WORK INSTRUCTION — Beneath this line is the data. Output exactly the lines from the line with "return EXIT_BAD_INPUT;" to the line with "const place = (location: string)", both ends included, and nothing more.

SUPPLIED DATA —
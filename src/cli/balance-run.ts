/** `lagparity balance`, run: per-player scales for one or more lobbies (options and help: `balance-command.ts`). */
import { basename } from 'node:path';
import { at } from '../issues.js';
import type { BalanceResult } from '../solver/balance-lobby.js';
import { balanceDocument, balanceForOutput } from '../formats/result-documents.js';
import { loadLobbies, loadModel, loadRules } from './inputs.js';
import { CAUTION, renderBalance } from './render-balance.js';
import { EXIT_BAD_INPUT, EXIT_OK, reportIssues, writeOut } from './output.js';

export interface BalanceOptions {
  model: string;
  rules?: string;
  json?: boolean;
  strict?: boolean;
}

export async function runBalance(paths: string[], options: BalanceOptions): Promise<number> {
  const [model, rules, lobbies] = await Promise.all([loadModel(options.model), loadRules(options.rules), loadLobbies(paths)]);
  const issues = [...(model.ok ? [] : model.issues), ...(rules.ok ? [] : rules.issues), ...(lobbies.ok ? [] : lobbies.issues)];
  if (!model.ok || !rules.ok || !lobbies.ok) {
    reportIssues(issues);
    return EXIT_BAD_INPUT;
  }
  const results: BalanceResult[] = lobbies.value.map(({ lobby }) => balanceForOutput(lobby, model.value, rules.value));
  let extrapolated = false;
  results.forEach((result, index) => {
    const file = lobbies.value[index]?.path ?? '';
    const name = file === '-' ? 'stdin' : basename(file);
    const warnings = result.warnings.map((issue) => ({ ...issue, location: at(name, issue.location) }));
    // Under --strict, a prediction outside the model's training range is an error, not a warning.
    const judged = warnings.map((issue) => (options.strict && issue.code === 'outside_training_range' ? { ...issue, severity: 'error' as const } : issue));
    const errors = judged.filter((issue) => issue.severity === 'error');
    if (errors.length > 0) extrapolated = true;
    reportIssues([...errors, ...judged.filter((issue) => issue.severity !== 'error')]);
    // A solver issue located at `model.<field>` is about the model file; the others name a place in the lobby.
    const modelName = basename(options.model);
    const place = (location: string) => (location.startsWith('model.') ? at(modelName, location.slice('model.'.length)) : at(name, location));
    if (result.status === 'rejected') reportIssues(result.issues.map((issue) => ({ ...issue, location: place(issue.location) })));
  });
  if (options.json) {
    writeOut(JSON.stringify(balanceDocument(results), null, 2));
  } else {
    writeOut(results.map(renderBalance).join('\n\n'));
    process.stderr.write(`\n${CAUTION}\n`);
  }
  return extrapolated || results.some((result) => result.status === 'rejected') ? EXIT_BAD_INPUT : EXIT_OK;
}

REPLY TO THE TASK —
    return EXIT_BAD_INPUT;
  }
  const results: BalanceResult[] = lobbies.value.map(({ lobby }) => balanceForOutput(lobby, model.value, rules.value));
  let extrapolated = false;
  results.forEach((result, index) => {
    const file = lobbies.value[index]?.path ?? '';
    const name = file === '-' ? 'stdin' : basename(file);
    const warnings = result.warnings.map((issue) => ({ ...issue, location: at(name, issue.location) }));
    // Under --strict, a prediction outside the model's training range is an error, not a warning.
    const judged = warnings.map((issue) => (options.strict && issue.code === 'outside_training_range' ? { ...issue, severity: 'error' as const } : issue));
    const errors = judged.filter((issue) => issue.severity === 'error');
    if (errors.length > 0) extrapolated = true;
    reportIssues([...errors, ...judged.filter((issue) => issue.severity !== 'error')]);
    // A solver issue located at `model.<field>` is about the model file; the others name a place in the lobby.
    const modelName = basename(options.model);
    const place = (location: string) => (location.startsWith('model.') ? at(modelName, location.slice('model.'.length)) : at(name, location));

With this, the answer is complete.